Ok, I don't know why my emoticons didn't work but here they are in order of where I put them.:laugh: :clown:   :laugh:


----------



## akjimny

Re: Wow it is cold here!

80's yesterday and really humid - - 60's today with a light NW breeze.  Supposed to get down into the upper 40's tonight.  No sweat - my kind of weather :laugh:  :laugh:


----------



## Triple E

Re: Wow it is cold here!

I plowed snow for 2.5 hours this morning. I already have over 8 hours of plowing just since Saturday.   We have around 25" and by morning we should have over 30.

And I have always wondered why people go South for the Winter.   :laugh:  :approve:    :dead:  :disapprove:


----------



## cwishert

Re: Wow it is cold here!

Steve I like to look at the snow on TV not at my house.  So far no snow yet and I don't expect any but you never know.  I can't figure out why anyone would want to go North except to vacation in the summer!    Just kidding!  I know different people adapt to different climates.  But isn't 30 inches of snow a little much.  Don't you worry about like your roof coming down or something, or being stuck inside for a long time, or flooding when it melts?  I would probably have an anxiety attack at about 15 inches and they would find me inside dead because I worried myself to death! :dead:  :evil:  And Jim I'm guessing you are in Florida at this time.  I would love to be there.  My sister is there and I would love just to go stay with her all winter and then come back home in the summer.  I did go there last January and it was cold. :angry:    40 degrees for 4 days.  That was a bummer.  She said it is usually never like that.  So like I said crazy weather is making me think.


----------



## C Nash

Re: Wow it is cold here!

Steve you said you "plowed" the snow.  Down south when we plow we are going to plant something. :laugh:   What will you be planting   :laugh:


----------



## Triple E

Re: Wow it is cold here!





> C Nash - 12/1/2010 2:28 PM Steve you said you "plowed" the snow. Down south when we plow we are going to plant something. :laugh: What will you be planting  :laugh:



Heat tape Nash, lots of heat tape.


----------



## Blueeyes

Re: Wow it is cold here!

Believe it or not, it got down to 27 degress in Mississippi last nite.
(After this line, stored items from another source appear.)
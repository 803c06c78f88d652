"""The finding kinds as the report shows them: order, names, colours, symbols, layer codes.

One place decides how a finding kind looks everywhere (HTML, figures, DXF), so the
numbered markers, the table and the overlay always agree.

Colours come from a colour-blind-safe set (distinct for the common red-green and
blue-yellow deficiencies, and distinct in lightness so they survive greyscale print);
every kind also has its own marker shape, so colour is never the only cue.
"""

from __future__ import annotations

from collections.abc import Iterable
from dataclasses import dataclass
from typing import Any

from floorfit.analysis.findings import FINDING_KINDS

__all__ = ["KindStyle", "KIND_STYLES", "kind_style", "numbered_findings", "plain_text"]


@dataclass(frozen=True)
class KindStyle:
    """How one finding kind is shown.

    ``code``: four letters for DXF layer names; ``marker``: a matplotlib marker;
    ``colour``: hex RGB; ``aci``: AutoCAD colour index for the overlay layer.
    """

    kind: str
    title: str
    code: str
    colour: str
    marker: str
    aci: int
    definition: str


KIND_STYLES: dict[str, KindStyle] = {
    "blocked": KindStyle(
        "blocked", "Blocked", "BLKD", "#c8441c", "o", 1,
        "The vehicle cannot get through here at any heading, although the floor is open "
        "(for example to a person on foot): a doorway or aisle that is too narrow, or a "
        "corner it cannot make. Stations on the two sides are cut off from each other "
        "unless another way round exists."),
    "no-turn": KindStyle(
        "no-turn", "No turn", "NTRN", "#8a3d8f", "s", 6,
        "The vehicle can drive along this stretch but can never reverse its heading "
        "anywhere in it. It can leave only the way it is facing: entering a dead end "
        "forwards means backing all the way out."),
    "single-lane": KindStyle(
        "single-lane", "Single lane", "SNGL", "#009e73", "v", 130,
        "Two vehicles of the fleet cannot pass each other along this stretch of a route "
        "between stations: when they meet, one must wait at a passing place or back out. "
        "Shown only when fleet traffic was checked; the table of stretches gives the width "
        "the stretch has and the width passing needs."),
    "tight": KindStyle(
        "tight", "Tight", "TGHT", "#d99a00", "D", 2,
        "The vehicle gets through, but with less clearance to walls and obstacles than "
        "the clearance set for this site. Passable on paper; whether it is acceptable "
        "depends on the speed, the control accuracy and the rules that apply there."),
    "maneuver": KindStyle(
        "maneuver", "Manoeuvre", "MANV", "#1f6fb4", "^", 5,
        "The vehicle gets through only with a manoeuvre: it has to stop and change "
        "heading in place, or go back and forth (a multi-point turn), instead of "
        "driving through in one smooth motion."),
}

_OTHER = KindStyle("other", "Other", "OTHR", "#555555", "P", 8,
                   "A finding of a kind this version of the report does not describe.")


def kind_style(kind: str) -> KindStyle:
    """The style of ``kind``; unknown kinds share a neutral grey style titled by their name."""
    style = KIND_STYLES.get(kind)
    if style is not None:
        return style
    return KindStyle(kind, str(kind), _OTHER.code, _OTHER.colour, _OTHER.marker, _OTHER.aci,
                     _OTHER.definition)


def _kind_rank(kind: str) -> int:
    return FINDING_KINDS.index(kind) if kind in FINDING_KINDS else len(FINDING_KINDS)


def numbered_findings(findings: Iterable[Any]) -> list[tuple[int, Any]]:
    """Findings in report order with their marker numbers (1, 2, ...).

    Report order groups the kinds in the order of ``FINDING_KINDS`` (blocked, no-turn,
    tight, maneuver, then anything else) and keeps the engine's order within a kind, so
    the same input always gives the same numbers.
    """
    ordered = sorted(enumerate(findings), key=lambda item: (_kind_rank(item[1].kind), item[0]))
    return [(number, finding) for number, (_, finding) in enumerate(ordered, start=1)]


def plain_text(value: Any) -> str:
    """``value`` as one line of text: control characters (newlines, tabs) become spaces."""
    text = "" if value is None else str(value)
    return "".join(ch if ch.isprintable() else " " for ch in text)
I DON'T LIKE IT!!! Time for summer & waterskiing.


----------



## SnowbirdInFlight

Re: Wow it is cold here!

It even got down to freezing in Rockport, Texas! Today has been pretty chilly too. Tonight is only suppose to be in the low forties, so we're firing up the electric blankets!


----------



## Guest

Re: Wow it is cold here!

Deb ,, i am with u ,, bring on the warm weather for doing what u do and me at the beach  :approve:  :approve:  :approve:  :approve:  :approve:  :approve:


----------



## cwishert

Re: Wow it is cold here!

Janeen,  Rockport is so beautiful. I wish I could spend a few weeks there.  Is the aquarium still there that was down at the end of some docks?  I haven't been there since I was a kid but I love it.  It will be chilly there for a few more days then some sun and then another cold front from what I hear.  I only live about 100 miles from Rockport but we never go.  Maybe next summer I will plan a trip to stay there a few days.  If you get further up the coast for any reason, look me up.  PM me and I will give you my address.


----------



## try2findus

Re: Wow it is cold here!

Below freezing here in the deep south and we are bunddled up!  I hate to say it, but if it is going to be THIS cold, LET IT SNOW!!!


----------



## SnowbirdInFlight

Re: Wow it is cold here!





> cwishert - 12/2/2010  8:33 AM  Janeen,  Rockport is so beautiful. I wish I could spend a few weeks there.  Is the aquarium still there that was down at the end of some docks?  I haven't been there since I was a kid but I love it.  It will be chilly there for a few more days then some sun and then another cold front from what I hear.  I only live about 100 miles from Rockport but we never go.  Maybe next summer I will plan a trip to stay there a few days.  If you get further up the coast for any reason, look me up.  PM me and I will give you my address.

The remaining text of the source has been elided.